Re: "raw" block devices?

Mark H. Wood (mwood@mhw.oit.iupui.edu)
Fri, 18 Oct 1996 08:11:44 -0500 (EST)


On Thu, 17 Oct 1996, Linus Torvalds wrote:

>
>
> On Thu, 17 Oct 1996, Ingo Molnar wrote:
> > >
> > > Sure, there are old-fashioned databases that think they can do a better job
> > > of it than the kernel does. They are usually wrong, I suspect. They are using
> > > raw devices more for historical reasons than anything else, and they could
> > > just as well use a filesystem.
> >
> > [yes, raw devices are a hack, still RDBMS ppl use it because:]
> >
> > one not-so obvious problem is that an RDBMS >has< to implement a
> > write-cache for itself. Thus if the block device would be buffered too (in
> > the kernel), then we had double buffering. [as it is buffered now]
>
> Not strictly true. Yes, there are ordering constraints, but you can handle
> them on a filesystem too (and people do). A raw device gives you more
> low-level control, but on the other hand it _also_ results in less chance for
> the OS to optimize data transfers for those cases where the optimizations
> would be valid.
>
> You can handle write ordering by using a log-based database (never overwrite
> any old data, so write ordering doesn't matter), and do a "fsync()" on the
> file when you commit. Voila, you just got guarantees about the file being
> on disk (assuming fsync() works as it is supposed to), and it doesn't
> matter if the OS decided it needed to write out part of the data earlier
> (in fact, that's only good for overlapping IO and calculations).

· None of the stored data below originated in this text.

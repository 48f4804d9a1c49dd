// Issue 14: links from the configured origin only, the same-origin guard against it, the outbox
// behind its secret, cookies, the tab redirect, sign-out without a body and session timeouts
// (docs/decisions/013).
import { request as httpRequest } from "node:http";
import { afterAll, describe, expect, inject, test } from "vitest";
import { getDatabase } from "#server/db/database.server";
import { Session, User } from "#models/index";
import { readCaughtMail, waitForLink } from "../support/outbox";
import { DEMO_PASSWORDS, GOOD_PASSWORD, signUpNewOrganisation, TestClient, uniqueEmail } from "../support/client";
import { plain } from "../support/html";

const outboxDir = inject("outboxDir");
const baseUrl = inject("baseUrl");
const sequelize = getDatabase();
afterAll(() => sequelize.close());

/** A form POST with the Host header of our choosing (fetch will not set Host); resolves with status and body. */
function postWithHost(path: string, fields: Record<string, string>, headers: Record<string, string>): Promise<{ status: number; body: string }> {
  const url = new URL(path, baseUrl);
  const body = new URLSearchParams(fields).toString();
  return new Promise((resolve, reject) => {
    const request = httpRequest(
      { host: url.hostname, port: url.port, path: url.pathname, method: "POST", headers: { "Content-Type": "application/x-www-form-urlencoded", "Content-Length": Buffer.byteLength(body), "X-Forwarded-For": "2001:db8:14::7", ...headers } },
      (response) => {
        let text = "";
        response.on("data", (chunk: Buffer) => (text += chunk.toString()));
        response.on("end", () => resolve({ status: response.statusCode ?? 0, body: text }));
      },
    );
    request.on("error", reject);
    request.end(body);
  });
}

const RESET_LINK = /https?:\/\/\S+\/reset-password\/[A-Za-z0-9_-]+/;

describe("E-mailed links come from APP_ORIGIN only, never from the request's Host", () => {
  test("A reset requested with a foreign Host and a matching Origin is refused; with our Origin the link is ours", async () => {
    const { email } = await signUpNewOrganisation("host-reset");
    // Issue 14: this request mailed http://attacker.example/reset-password/<live token>.
    const forged = await postWithHost("/forgot-password", { email }, { Host: "attacker.example", Origin: "http://attacker.example" });
    expect(forged.status).toBe(403);
    await new Promise((resolve) => setTimeout(resolve, 300));
    expect((await readCaughtMail(outboxDir)).filter((mail) => mail.to.includes(email))).toEqual([]);

    const ours = await postWithHost("/forgot-password", { email }, { Host: "attacker.example", Origin: baseUrl, "X-Forwarded-Host": "attacker.example", "X-Forwarded-Proto": "https" });
    expect(ours.status).toBe(200);
    const link = await waitForLink(outboxDir, email, RESET_LINK);
    expect(new URL(link).origin).toBe(baseUrl);
    expect(link).not.toContain("attacker.example");
  });

  test("An invitation sent with a forwarded host names this site", async () => {
    const { client, slug } = await signUpNewOrganisation("host-invite");
    const invitee = uniqueEmail("host-invitee");
    const sent = await client.request(`/o/${slug}/settings/members`, { method: "POST", body: new URLSearchParams({ intent: "invite", email: invitee, role: "trainee" }), headers: { "X-Forwarded-Host": "attacker.example" } });
    expect(sent.status).toBe(302);
    const link = await waitForLink(outboxDir, invitee, /https?:\/\/\S+\/invitations\/[A-Za-z0-9_-]+/);
    expect(new URL(link).origin).toBe(baseUrl);
  });

  test("The same-origin guard compares scheme, host and port with APP_ORIGIN (RFC 6454 §5)", async () => {
    const client = new TestClient();
    const url = new URL(baseUrl);
    for (const origin of [`https://${url.host}`, `http://${url.hostname}:${Number(url.port) + 1}`, `http://localhost:${url.port}`, "null", "http://attacker.example"]) {
      const response = await client.post("/forgot-password", { email: "someone@test.example" }, { origin });
      expect(response.status, origin).toBe(403);
    }
    expect((await client.post("/forgot-password", { email: "someone@test.example" }, { origin: baseUrl })).status).toBe(200);
  });
});

describe("The local outbox opens only with the secret npm start prints", () => {
  test("Signed out, signed in as an organisation's owner or with a wrong key it does not exist (404); the key opens it", async () => {
    const { email } = await signUpNewOrganisation("outbox");
    await new TestClient().post("/forgot-password", { email });
    await waitForLink(outboxDir, email, RESET_LINK);

    const stranger = new TestClient();
    const signedOut = await stranger.get("/outbox");
    expect(signedOut.status).toBe(404);
    expect(signedOut.text).not.toContain("/reset-password/");

    const owner = new TestClient();
    await owner.signIn(...DEMO_PASSWORDS.owner);
    expect((await owner.get("/outbox")).status).toBe(404);
    expect((await stranger.get("/outbox?key=not-the-secret")).status).toBe(404);

    // The key is swapped for a cookie scoped to /outbox, and leaves the address bar.
    const opened = await stranger.get(`/outbox?key=${encodeURIComponent(inject("outboxSecret"))}`);
    expect(opened.status).toBe(302);
    expect(opened.location).toBe("/outbox");
    const cookie = opened.setCookies.find((line) => line.startsWith("sallyport-outbox="));
    expect(cookie).toMatch(/Path=\/outbox/);
    expect(cookie).toMatch(/HttpOnly/);
    expect(cookie).toMatch(/SameSite=Strict/);
    expect(cookie).not.toContain(inject("outboxSecret"));
    const page = await stranger.get("/outbox");
    expect(page.status).toBe(200);
    expect(plain(page.text)).toContain(email);
  });
});

describe("Cookies, redirects and signing out", () => {
  test("The theme cookie is Secure like the session cookie when served in production (OWASP ASVS 3.4.1)", async () => {
    const response = await new TestClient().post("/theme", { theme: "dark", returnTo: "/login" });
    expect(response.status).toBe(302);
    const theme = response.setCookies.find((line) => line.startsWith("sallyport-theme="));
    expect(theme).toMatch(/;\s*Secure/i);
    expect(theme).toMatch(/HttpOnly/i);
  });

  test("/login?redirectTo=/%09/evil.example leads to this site only (issue 14: browsers drop the tab)", async () => {
    const client = new TestClient();
    const signedIn = await client.post("/login", { email: DEMO_PASSWORDS.engineer[0], password: DEMO_PASSWORDS.engineer[1], redirectTo: "/\t/evil.example" });
    expect(signedIn.status).toBe(302);
    expect(new URL(signedIn.location!, baseUrl).origin).toBe(baseUrl);
    expect(signedIn.location).toBe("/");
    const again = await client.get("/login?redirectTo=/%09/evil.example");
    expect(again.status).toBe(302);
    expect(again.location).toBe("/");
    for (const target of ["/%5C/evil.example", "/%0A/evil.example", "//evil.example"]) {
      const response = await client.get(`/login?redirectTo=${target}`);
      expect(new URL(response.location!, baseUrl).origin, target).toBe(baseUrl);
    }
  });

  test("POST /logout without a body signs out (issue 14: it answered 400 and stayed signed in)", async () => {
    const client = new TestClient();
    await client.signIn(...DEMO_PASSWORDS.trainee);
    expect((await client.get("/account")).status).toBe(200);
    const response = await client.request("/logout", { method: "POST" });
    expect(response.status).toBe(302);
    expect(response.location).toBe("/login");
    expect((await client.get("/account")).status).toBe(302);
  });
});

describe("Sessions end after 30 minutes idle and 12 hours in all (NIST SP 800-63B §4.2.3, AAL2)", () => {
  async function signedInSession(label: string) {
    const { email } = await signUpNewOrganisation(label);
    const client = new TestClient();
    const response = await client.signIn(email, GOOD_PASSWORD);
    expect(response.status).toBe(302);
    const user = await User.findOne({ where: { email } });
    const sessions = await Session.findAll({ where: { userId: user!.id }, order: [["createdAt", "DESC"]] });
    return { client, session: sessions[0], cookie: response.setCookies.join("\n") };
  }

  test("The cookie lives 12 hours at most", async () => {
    const { cookie } = await signedInSession("session-cookie");
    const maxAge = Number(/Max-Age=(\d+)/i.exec(cookie)?.[1]);
    expect(maxAge).toBeGreaterThan(0);
    expect(maxAge).toBeLessThanOrEqual(12 * 3600);
  });

  test("31 minutes without a request end the session", async () => {
    const { client, session } = await signedInSession("session-idle");
    expect((await client.get("/account")).status).toBe(200);
    await Session.update({ lastSeenAt: new Date(Date.now() - 31 * 60_000) }, { where: { id: session.id } });
    expect((await client.get("/account")).status).toBe(302);
    expect(await Session.count({ where: { id: session.id } })).toBe(0);
  });

  test("29 minutes idle keep it; 12 hours after sign-in it ends however active", async () => {
    const { client, session } = await signedInSession("session-absolute");
    await Session.update({ lastSeenAt: new Date(Date.now() - 29 * 60_000) }, { where: { id: session.id } });
    expect((await client.get("/account")).status).toBe(200);
    await sequelize.query("UPDATE sessions SET created_at = now() - interval '12 hours 1 minute', last_seen_at = now() WHERE id = :id", { replacements: { id: session.id } });
    expect((await client.get("/account")).status).toBe(302);
  });
});
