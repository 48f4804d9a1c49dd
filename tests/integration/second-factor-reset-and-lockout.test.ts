import { afterAll, describe, expect, test } from "vitest";
import { inject } from "vitest";
import { Op } from "sequelize";
import { AuditEvent, Membership, Organisation, RecoveryCode, Session, SignInAttempt, User } from "#models/index";
import { totpCode } from "#server/auth/totp";
import { getDatabase } from "#server/db/database.server";
import { Refusal } from "#server/errors";
import { LOCKOUT_FAILURES, LOCKOUT_MINUTES, LOCKOUT_WINDOW_MINUTES, verifySecondFactor } from "#server/services/second-factor.server";
import { nextClientAddress, TestClient } from "../support/client";
import { fieldError, formAlert, wordsOf } from "../support/html";
import { waitForMail } from "../support/outbox";
import { EVERYONE, makeTeam, PASSWORD, type Team, type Who } from "../support/proposal-team";
import { enrol, giveSecondFactor, passwordStep, SECOND_FACTOR_PAGE, userOf, wrongCode } from "../support/second-factor";

const sequelize = getDatabase();
afterAll(() => sequelize.close());
const outboxDir = inject("outboxDir");
const baseUrl = inject("baseUrl");

const membersPage = (team: Team) => `/o/${team.slug}/settings/members`;
const membershipOf = async (team: Team, who: Who) => (await Membership.findOne({ where: { organisationId: team.organisationId, userId: team.members[who].userId } }))!.id;
const hasFactor = async (userId: string) => (await User.findByPk(userId))!.secondFactorEnabledAt !== null;

describe("An admin or owner resets a member's second factor (docs/decisions/019)", () => {
  test("Who may reset whose: admins and owners only, an owner's only by an owner, never one's own, never across organisations, and only once confirmed", async () => {
    const team = await makeTeam("reset-roles");
    // Everyone signs in first (with the password alone), then everyone gets a second factor.
    for (const who of EVERYONE) await team.members[who].client();
    for (const who of EVERYONE) await giveSecondFactor(team.members[who].userId);
    const engineer = await membershipOf(team, "engineer");
    // Members below admin are refused, and the engineer keeps the second factor.
    for (const who of ["trainee", "reviewer", "author"] as const) {
      const client = await team.members[who].client();
      const refused = await client.post(membersPage(team), { intent: "reset-second-factor", membershipId: engineer, confirmed: "on" });
      expect(refused.status, who).toBe(403);
    }
    expect(await hasFactor(team.members.engineer.userId)).toBe(true);

    const admin = await team.members.admin.client();
    // The confirmation step: without the box ticked nothing happens.
    const unconfirmed = await admin.post(membersPage(team), { intent: "reset-second-factor", membershipId: engineer });
    expect(unconfirmed.status).toBe(400);
    expect(wordsOf(unconfirmed.text)).toContain("Tick the box once you have made sure");
    expect(await hasFactor(team.members.engineer.userId)).toBe(true);
    // Bad ids are a clear 400, not a 500.
    expect((await admin.post(membersPage(team), { intent: "reset-second-factor", membershipId: "not-a-uuid", confirmed: "on" })).status).toBe(400);
    // One's own, through this path: refused (the account page is the way).
    const own = await admin.post(membersPage(team), { intent: "reset-second-factor", membershipId: await membershipOf(team, "admin"), confirmed: "on" });
    expect(own.status).toBe(409);
    expect(formAlert(own.text)).toContain("This is your own account");
    expect(await hasFactor(team.members.admin.userId)).toBe(true);
    // An owner's, by an admin: refused.
    expect((await admin.post(membersPage(team), { intent: "reset-second-factor", membershipId: await membershipOf(team, "owner"), confirmed: "on" })).status).toBe(403);
    expect(await hasFactor(team.members.owner.userId)).toBe(true);
    // Another organisation's member: as if there were none.
    const other = await makeTeam("reset-other");
    const otherAdmin = await other.members.admin.client();
    await giveSecondFactor(other.members.engineer.userId);
    const across = await admin.post(membersPage(team), { intent: "reset-second-factor", membershipId: await membershipOf(other, "engineer"), confirmed: "on" });
    expect(across.status).toBe(404);
    expect(await hasFactor(other.members.engineer.userId)).toBe(true);
    // …nor may the other organisation's admin reach into this one.
    expect((await otherAdmin.post(membersPage(other), { intent: "reset-second-factor", membershipId: engineer, confirmed: "on" })).status).toBe(404);
    expect(await hasFactor(team.members.engineer.userId)).toBe(true);

    // The admin resets the engineer's; the owner resets the admin's.
    expect((await admin.post(membersPage(team), { intent: "reset-second-factor", membershipId: engineer, confirmed: "on" })).status).toBe(302);
    expect(await hasFactor(team.members.engineer.userId)).toBe(false);
    // A second reset finds nothing to reset.
    const again = await admin.post(membersPage(team), { intent: "reset-second-factor", membershipId: engineer, confirmed: "on" });
    expect(again.status).toBe(409);
    expect(formAlert(again.text)).toContain("has no second factor to reset");
    const owner = await team.members.owner.client();
    expect((await owner.post(membersPage(team), { intent: "reset-second-factor", membershipId: await membershipOf(team, "admin"), confirmed: "on" })).status).toBe(302);
    expect(await hasFactor(team.members.admin.userId)).toBe(false);
    // Only the two resets were written, by whom they were made.
    const entries = await AuditEvent.findAll({ where: { organisationId: { [Op.in]: [team.organisationId, other.organisationId] }, action: "member.second-factor-reset" }, order: [["id", "ASC"]] });
    expect(entries.map((entry) => [entry.actorUserId, entry.changes.email])).toEqual([
      [team.members.admin.userId, team.members.engineer.email],
      [team.members.owner.userId, team.members.admin.email],
    ]);
  });

  test("A reset removes the authenticator and the recovery codes, ends every session, is audited and e-mailed; where a second factor is required the member enrols again at the next sign-in", async () => {
    const team = await makeTeam("reset-flow");
    await Organisation.update({ requireSecondFactor: true }, { where: { id: team.organisationId } });
    const admin = await team.members.admin.client();
    const owner = await team.members.owner.client();
    await giveSecondFactor(team.members.admin.userId);
    await giveSecondFactor(team.members.owner.userId);
    const member = team.members.engineer;
    // The member enrols through the page, as a person would, and signs in on a second browser too.
    const first = new TestClient();
    const signedIn = await first.signIn(member.email, PASSWORD);
    expect(signedIn.status).toBe(302);
    const { next } = await enrol(first);
    const second = await passwordStep(member.email, PASSWORD);
    expect((await second.post("/login/code", { code: next() })).status).toBe(302);
    expect((await second.get(`/o/${team.slug}/devices`)).status).toBe(200);
    expect(await Session.count({ where: { userId: member.userId } })).toBe(2);
    expect(await RecoveryCode.count({ where: { userId: member.userId } })).toBe(10);

    const page = await admin.get(membersPage(team));
    expect(page.text).toContain(`aria-label="Reset the second factor of ${member.name}"`);
    const reset = await admin.post(membersPage(team), { intent: "reset-second-factor", membershipId: await membershipOf(team, "engineer"), confirmed: "on" });
    expect(reset.status).toBe(302);
    const flash = await admin.get(membersPage(team));
    expect(wordsOf(flash.text)).toContain(`Second factor of ${member.name} reset: signed out everywhere and told by e-mail. They set up a new one at their next sign-in.`);

    const user = await userOf(member.email);
    expect(user.secondFactorSecret).toBeNull();
    expect(user.secondFactorEnabledAt).toBeNull();
    expect(await RecoveryCode.count({ where: { userId: member.userId } })).toBe(0);
    expect(await Session.count({ where: { userId: member.userId } })).toBe(0);
    // Both browsers are signed out.
    for (const browser of [first, second]) expect((await browser.get(`/o/${team.slug}/devices`)).location).toContain("/login?redirectTo=");

    const [entry] = await AuditEvent.findAll({ where: { organisationId: team.organisationId, action: "member.second-factor-reset" } });
    expect(entry.actorUserId).toBe(team.members.admin.userId);
    expect(entry.targetType).toBe("membership");
    expect(entry.changes).toEqual({ email: member.email, recoveryCodesRemoved: 10, sessionsEnded: 2 });
    const audit = await owner.get(`/o/${team.slug}/settings/audit`);
    expect(wordsOf(audit.text)).toContain(`Reset the second factor of ${member.name}: the authenticator and 10 recovery codes removed, 2 sessions ended`);

    const mail = await waitForMail(outboxDir, member.email, /second factor was reset/);
    expect(mail.text).toContain(`${team.members.admin.name}, an administrator of ${"Proposals reset-flow"}`);
    expect(mail.text).toContain("requires a second factor");
    // The link is built from APP_ORIGIN, never from the request.
    expect(mail.text).toContain(`${baseUrl}${SECOND_FACTOR_PAGE}`);

    // The password alone now signs in, straight to enrolment, which the organisation requires.
    const again = new TestClient();
    const signIn = await again.signIn(member.email, PASSWORD);
    expect(signIn.status).toBe(302);
    expect(signIn.location).not.toBe("/login/code");
    const held = await again.get(`/o/${team.slug}/devices`);
    expect(held.status).toBe(302);
    expect(held.location).toBe(SECOND_FACTOR_PAGE);
    await enrol(again);
    expect((await again.get(`/o/${team.slug}/devices`)).status).toBe(200);
  });
});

For example, RDB/VMS uses fairly ordinary files that you could just as
well access with normal QIO or RMS calls if you knew the internal
structure. I think it just maintains tight control over the ordering of
its writes when that's necessary. (Of course, VMS gives it tools to do
that, or this wouldn't work.) Digital did a *lot* of work to discover
where the order-dependencies are in their product, and it paid off.
(Trouble is, they got strapped for cash, so now it's paying off for Oracle
instead.)

Mark H. Wood, Lead System Programmer MWOOD@INDYVAX.IUPUI.EDU
Those who will not learn from history are doomed to reimplement it.